*What you should do*
Wherever a line in the records contains the word "PlateauRule", return that line.

*Supplied data*

class ScheduleDesigner(W.VBox):
    """An ipywidgets box to shape a learning-rate schedule and read it exactly.

    Parameters: ``schedule`` (None: the demo scenario, :func:`demo_design`, 1,150 steps per
    epoch, batch 128), ``steps`` (the budget; default the design's length), ``steps_per_epoch``,
    ``unit`` (``"step"`` or ``"epoch"``), ``batch`` (for cautions), ``autosave`` (a spec file
    written atomically after every valid change).  ``set_total`` and ``set_unit`` convert the
    design in proportion; assigning ``steps`` or ``unit`` only changes what is read.  Panels:
    ``stages``, ``canvas``, ``readout``, ``compare``, ``export`` and ``tabs``.

    >>> from schedwidget import ScheduleDesigner, cosine
    >>> d = ScheduleDesigner(cosine(0.1, steps=1000))
    >>> d.control(0, "peak").text.value = 0.2
    >>> d.schedule
    cosine(peak=0.2, floor=0.0, steps=1000)
    """

    schedule = Instance(Schedule, help="the current design (always the last valid one)")
    error = Unicode("", help="the last problem in words; empty when the last change was valid")
    unit = Unicode("step", help="the unit of the design's clock: 'step' or 'epoch'")
    steps = Int(1, help="the budget in ticks of the clock")
    steps_per_epoch = Int(None, allow_none=True, help="optimizer steps per epoch, or None")
    batch = Int(None, allow_none=True, help="batch size per update, or None (for cautions only)")
    facts = Instance(Facts, allow_none=True, help="the facts of the design over its budget (once per change)")
    pinned = Tuple(help="the pinned designs (Pin values), oldest first")
    revision = Int(0, help="bumped once per accepted change, when every trait above holds its new value")

    def __init__(self, schedule: Schedule | None = None, steps: int | None = None,
                 steps_per_epoch: int | None = None, unit: str = "step", batch: int | None = None,
                 autosave: str | os.PathLike | None = None, **kwargs: Any) -> None:
        self._hold, self._dirty, self._good, self._saved, self._read = 1, False, None, None, None
        self.redraws, self.timing = 0, {}
        super().__init__(**kwargs)
        if schedule is None:
            schedule = demo_design()
            steps_per_epoch = DEMO_STEPS_PER_EPOCH if steps_per_epoch is None else steps_per_epoch
            batch = DEMO_BATCH if batch is None else batch
        if not isinstance(schedule, Schedule):
            raise complain("ScheduleDesigner", "schedule", schedule, "a Schedule (cosine(...), stages(...), ...)")
        if steps is None and schedule.length is None:
            raise complain("ScheduleDesigner", "steps", None, "a whole number >= 1 for an open-ended design",
                           "pass steps=the number of ticks to draw and read")
        self.autosave = None if autosave is None else os.fspath(autosave)
        self.unit, self.steps_per_epoch, self.batch = unit, steps_per_epoch, batch
        self.steps = schedule.length if steps is None else steps
        self.schedule = schedule
        self.tabs = Tabs(("Compare", "Export", "Replay", "Rescale"))
        self.canvas = CurvePanel(self, "epochs" if unit == "epoch" else "steps")  # observes first: marks first
        self.observe(self._derive, names="revision")  # then the facts every other panel reads
        self.readout, self.stages = ReadoutPanel(self), StagesPanel(self)
        self.compare, self.export = ComparePanel(self, tab=0), ExportPanel(self, tab=1)
        self.error_line = W.HTML("", style={"text_color": ERROR_RED})
        self.error_line.add_class("sw-error")
        self.stages.list.layout = W.Layout(max_height="560px", overflow="auto")
        left = W.VBox([W.HTML("<b>Stages</b>"), self.stages, self.error_line],
                      layout={"width": "430px", "flex": "0 0 auto", "padding": "0 8px 0 0"})
        right = W.VBox([self.canvas, self.compare.pin_row, self.readout],
                       layout={"flex": "1 1 auto", "min_width": "0", "width": "auto"})
        self.tabs.fill(0, self.compare)
        self.tabs.fill(1, self.export)
        self.later: dict[int, type] = {2: ReplayPanel, 3: RescalePanel}  # started when first shown
        self.tabs.observe(self.guarded(self._tab_changed), names="selected_index")
        self.children = [W.HBox([left, right]), self.tabs.bar, self.tabs]
        self.add_class("sw-designer")
        self._hold = 0
        self._refresh()

    # ------------------------------------------------------------ validation
    @validate("unit")
    def _check_unit(self, proposal: dict) -> str:
        if proposal["value"] not in specs.UNITS:
            raise complain("ScheduleDesigner", "unit", proposal["value"], "one of 'step', 'epoch'")
        return proposal["value"]

    @validate("steps", "steps_per_epoch", "batch")
    def _check_whole(self, proposal: dict) -> int | None:
        name = proposal["trait"].name
        return _whole("ScheduleDesigner", name, proposal["value"], name != "steps")

    # ------------------------------------------------------------ one change, one redraw
    @observe("schedule", "steps", "steps_per_epoch", "unit", "batch", "pinned")
    def _changed(self, change: dict) -> None:
        with self._one_redraw():
            self._dirty = True
            old, new = change["old"], change["new"]
            if change["name"] == "schedule" and isinstance(old, Schedule) and old.length == self.steps \
                    and new.length is not None:
                self.steps = new.length  # the budget follows a design it was following

    @contextmanager
    def _one_redraw(self) -> Iterator[None]:
        """Changes made inside cause one redraw at the end, and only if something changed."""
        self._hold += 1
        try:
            yield
        finally:
            self._hold -= 1
        if self._hold == 0 and self._dirty:
            self._dirty = False
            self._refresh()

    def _state(self) -> tuple:
        return self.schedule, self.steps, self.unit, self.steps_per_epoch, self.batch

    def _derive(self, _change: dict) -> None:
        """The facts of the design, once per change of what they read (the curve is drawn by now)."""
        self.timing["marks_at"] = t0 = perf_counter()
        if self._read != self._state():
            s, n, unit, spe, batch = self._state()
            self.facts = facts(s, n, spe if unit == "step" else None, unit, batch,
                               exact_up_to=READOUT_EXACT if n <= READOUT_EXACT else READOUT_GRID)
            self._read = self._state()
        self.timing["readout"] = perf_counter() - t0

    def _refresh(self) -> None:
        """Bump ``revision``: every panel redraws what changed for it; revert if one of them fails."""
        t0 = perf_counter()
        try:
            self.revision += 1
            self._autosave()
        except Exception as exc:
            self._revert(exc)
            return
        self.timing.update(marks=self.timing["marks_at"] - t0, total=perf_counter() - t0)
        self._good, self.redraws = self._state() + (self.pinned,), self.redraws + 1
        if self.error:
            self.error = ""

    def _revert(self, exc: BaseException) -> None:
        good, self._read = self._good, None
        if good is not None and good != self._state() + (self.pinned,):
            self._good = None
            with self._one_redraw():
                self.schedule, self.steps, self.unit, self.steps_per_epoch, self.batch, self.pinned = good
        self.error = explain(exc, KEPT)

    def _autosave(self) -> None:
        if self.autosave is not None and self.to_spec() != self._saved:
            self.save(self.autosave)
            self._saved = self.to_spec()

    # ------------------------------------------------------------ proposals
    def guarded(self, fn: Callable) -> Callable:
        """``fn`` wrapped so that no exception leaves it: the message goes to ``error``."""
        return quietly(fn, self._refuse, KEPT)

    def _refuse(self, words: str) -> None:
        if self.error == words:
            self.error = ""  # the same refusal again is heard again (the controls go back again)
        self.error = words

    def propose(self, s: Schedule) -> None:
        """Make ``s`` the design (controls call this with the value they built)."""
        if self.error:
            self.error = ""
        self.schedule = s

    def set_total(self, total: int) -> None:
        """A new budget; the design's ticks are scaled in proportion (stage by stage, or ``stretch``)."""
        total = _whole("designer", "total", total, False)
        if total != self.steps:
            new = rescale(self.schedule, self.steps, total)
            with self._one_redraw():
                self.steps = total
                self.propose(new)

    def set_unit(self, unit: str) -> None:
        """Change the clock; with steps per epoch known the design is converted, otherwise relabelled."""
        self._check_unit({"value": unit})
        if unit == self.unit or not self.steps_per_epoch:
            self.unit = unit
            return
        spe = self.steps_per_epoch
        steps = self.steps * spe if unit == "step" else max(1, round(self.steps / spe))
        new = rescale(self.schedule, self.steps, steps)
        with self._one_redraw():
            self.unit, self.steps = unit, steps
            self.propose(new)
            self.canvas.x_choice.value = "epochs" if unit == "epoch" else "steps"

    def restore(self, s: Schedule, steps: int, unit: str, steps_per_epoch: int | None) -> None:
        """Put a design back with its budget and clock (one redraw)."""
        with self._one_redraw():
            self.unit, self.steps_per_epoch, self.steps = unit, steps_per_epoch, steps
            self.propose(s)

    def control(self, stage: int | str, name: str) -> ParamControl:
        """The control of parameter ``name`` of stage ``stage`` (0 = first stage; "warmup" = the warmup)."""
        return self.stages.control(stage, name)

    @property
    def clock(self) -> Clock:
        """How the design's ticks map onto the x axis right now."""
        return self.clock_for(self.unit, self.steps_per_epoch)

    def clock_for(self, unit: str, steps_per_epoch: int | None) -> Clock:
        """The x-axis mapping for a design on another clock (used for pins)."""
        return Clock(unit, steps_per_epoch, self.canvas.x_choice.value)

    # ------------------------------------------------------------ pins, files
    @property
    def pins(self) -> list[Pin]:
        """The pinned designs, oldest first."""
        return list(self.pinned)

    def pin(self, name: str | None = None) -> Pin:
        """Pin the current design under ``name`` (drawn as a grey ghost; up to five)."""
        return self.compare.pin(name)

    def to_spec(self) -> dict:
        """The current design as a spec dict, with its unit and steps per epoch."""
        return specs.to_spec(self.schedule, self.unit, self.steps_per_epoch)

    def save(self, path: str | os.PathLike) -> os.PathLike:
        """Write the current design to ``path`` atomically (``schedwidget.spec.save``)."""
        return specs.save(self.schedule, path, unit=self.unit, steps_per_epoch=self.steps_per_epoch)

    def load(self, path: str | os.PathLike) -> str:
        """Read a spec file into the editor (validated; loading never runs code)."""
        d = specs.load_design(path)
        with self._one_redraw():
            self.unit = d.unit
            if d.steps_per_epoch is not None:
                self.steps_per_epoch = d.steps_per_epoch
            if d.schedule.length is not None:
                self.steps = d.schedule.length
            self.propose(d.schedule)
        return os.fspath(path)

    @classmethod
    def from_file(cls, path: str | os.PathLike, **kwargs: Any) -> ScheduleDesigner:
        """A designer opened on the spec file at ``path`` (e.g. an autosave file)."""
        d = specs.load_design(path)
        kwargs.setdefault("unit", d.unit)
        kwargs.setdefault("steps_per_epoch", d.steps_per_epoch)
        return cls(d.schedule, **kwargs)

    # ------------------------------------------------------------ tabs, display
    def _tab_changed(self, change: dict) -> None:
        if change["new"] in self.later:
            self.tabs.fill(change["new"], self.later.pop(change["new"])(self, tab=change["new"]))

    @observe("error")
    def _show_error(self, change: dict) -> None:
        if hasattr(self, "error_line"):
            self.error_line.value = html.escape(change["new"])

    def summary(self) -> str:
        """One line: the budget and the readout's sentence."""
        words = f"{self.steps:,} {self.unit}s"
        if self.steps_per_epoch and self.unit == "step":
            words += f" ({self.steps / self.steps_per_epoch:,.4g} epochs)"
        f = self.facts
        return f"ScheduleDesigner · {words} · {f.sentence if f is not None else repr(self.schedule)}"

    def _repr_mimebundle_(self, **kwargs: Any) -> dict:
        data = super()._repr_mimebundle_(**kwargs) or {}
        data["text/plain"] = self.summary()
        try:
            data["image/svg+xml"] = render_svg(
                self.schedule, steps=self.steps, log=self.canvas.rate_axis.value == "log", unit=self.unit,
                steps_per_epoch=self.steps_per_epoch, ghosts=[(p.name, p.schedule) for p in self.pinned])
        except Exception:  # the widget still shows; only the static picture is missing
            pass
        return data
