"""Replay of a reduce-on-plateau rule on a metric history, and the same rule as standalone source.

The rule (DESIGN.md section 2b) reacts to a validation metric, so it cannot be
drawn from a formula; given a logged history it can be replayed exactly.  This
is the one sequential loop in the core: it runs over evaluations, not ticks.
"""

from __future__ import annotations

import math
from dataclasses import asdict, dataclass, fields
from typing import Any, ClassVar

import numpy as np

from .codegen import check_name
from .metrics import values_of
from .schedule import Param, Schedule, ScheduleError, complain, param

__all__ = ["replay_plateau", "plateau_source", "PlateauReplay", "PlateauRule", "Drop", "lead_in", "TORCH_MIN_DROP"]

#: A rate within this fraction above the floor counts as at the floor, and a drop leaves it unchanged
#: (0.1 * 0.1**4 is 1.0000000000000004e-05, a hair above a floor of 1e-05). Every other drop is applied.
NEGLIGIBLE = 1e-9
#: ``min_drop`` that reproduces torch's ReduceLROnPlateau with its default ``eps=1e-8`` (torch applies a new
#: rate only when ``old_lr - new_lr > eps``; torch/optim/lr_scheduler.py, ReduceLROnPlateau._reduce_lr).
TORCH_MIN_DROP = 1e-8
#: Attributes and methods of the generated class: a class of the same name would read confusingly.
MEMBERS = frozenset({"SETTINGS", "rate", "update", "state", "load_state", "epoch", "level", "best", "best_at",
                     "count", "wait", "start_lr", "lead_in", "goal", "factor", "patience", "tolerance", "relative",
                     "wait_after_drop", "floor", "min_drop"})


@dataclass(frozen=True, slots=True, kw_only=True)
class PlateauRule:
    """The rule's parameters, declared once (validation, the replay panel's controls and docs read them)."""

    owner: ClassVar[str] = "replay_plateau"
    goal: str = param("max", kind="choice", choices=("max", "min"),
                      doc="'max' when higher is better (accuracy), 'min' when lower is better (loss)",
                      hint="'max' for an accuracy, 'min' for a loss")
    factor: float = param(0.1, kind="ratio", lo=0.0, hi=1.0, lo_open=True, hi_open=True, soft=(0.05, 0.9),
                          doc="each drop multiplies the rate by this",
                          hint="0.1 divides the rate by ten at each drop")
    patience: int = param(3, kind="count", lo=0, soft=(0, 20),
                          doc="evaluations without improvement tolerated; one more triggers a drop",
                          hint="0 drops at the first evaluation that does not improve")
    tolerance: float = param(1e-4, kind="ratio", lo=0.0, soft=(0.0, 0.05),
                             doc="how much better than the best an evaluation must be to count as an improvement",
                             hint="0 counts any strict improvement")
    relative: bool = param(True, kind="flag", doc="tolerance is a fraction of the best (True) or an amount (False)")
    wait_after_drop: int = param(0, kind="count", lo=0, soft=(0, 10),
                                 doc="evaluations after a drop during which the count stays at 0",
                                 hint="0 lets the count start again right after a drop")
    floor: float = param(0.0, kind="rate", lo=0.0, soft=(0.0, 1e-3),
                         doc="a drop never takes the rate below this", hint="0 for no floor")

    def __post_init__(self) -> None:
        for name, p in self.params().items():
            object.__setattr__(self, name, p.check(self.owner, name, getattr(self, name)))
        if self.relative and self.tolerance >= 1.0:
            raise complain(self.owner, "tolerance", self.tolerance, "< 1 when relative=True",
                           "a relative tolerance is a fraction of the best; 1 or more would make "
                           "every 'min' evaluation fail to improve")

    @classmethod
    def params(cls) -> dict[str, Param]:
        """The declared parameters, in order."""
        return {f.name: f.metadata["param"] for f in fields(cls)}

    def improves(self, a: float, best: float) -> bool:
        """Whether evaluation ``a`` improves on ``best`` (``best`` starts at -inf for 'max', +inf for 'min')."""
        if self.goal == "max":
            return a > best * (self.tolerance + 1.0) if self.relative else a > best + self.tolerance
        return a < best * (1.0 - self.tolerance) if self.relative else a < best - self.tolerance

    def settings(self) -> dict[str, Any]:
        """The parameters as a plain dict (what the generated class keeps in its state)."""
        return asdict(self)


@dataclass(frozen=True, slots=True)
class Drop:
    """One drop: ``epoch`` is the first epoch trained at ``rate_after`` (decided at evaluation ``epoch - 1``).

    ``best`` and ``best_at`` are the best evaluation so far and its index; ``stale``
    is the number of evaluations without improvement that triggered it.  Rates
    are the plateau rule's own rates (before any ``base`` shape multiplies them).
    """

    epoch: int
    rate_before: float
    rate_after: float
    best: float
    best_at: int
    stale: int


@dataclass(frozen=True, eq=False)
class PlateauReplay:
    """What the rule would have done: ``rates[i]`` is the rate used while training epoch ``i``.

    ``next_rate`` is the rate after the last evaluation (for the epoch that would
    come next); ``best`` / ``best_at`` the best evaluation and its index;
    ``lead_in`` the number of leading epochs that follow ``base`` undisturbed.
    """

    rates: np.ndarray
    drops: tuple[Drop, ...]
    best: float
    best_at: int
    next_rate: float
    lead_in: int = 0

    @property
    def drop_epochs(self) -> tuple[int, ...]:
        """The first epoch at each new rate."""
        return tuple(d.epoch for d in self.drops)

*Output of the task*
__all__ = ["replay_plateau", "plateau_source", "PlateauReplay", "PlateauRule", "Drop", "lead_in", "TORCH_MIN_DROP"]
class PlateauRule:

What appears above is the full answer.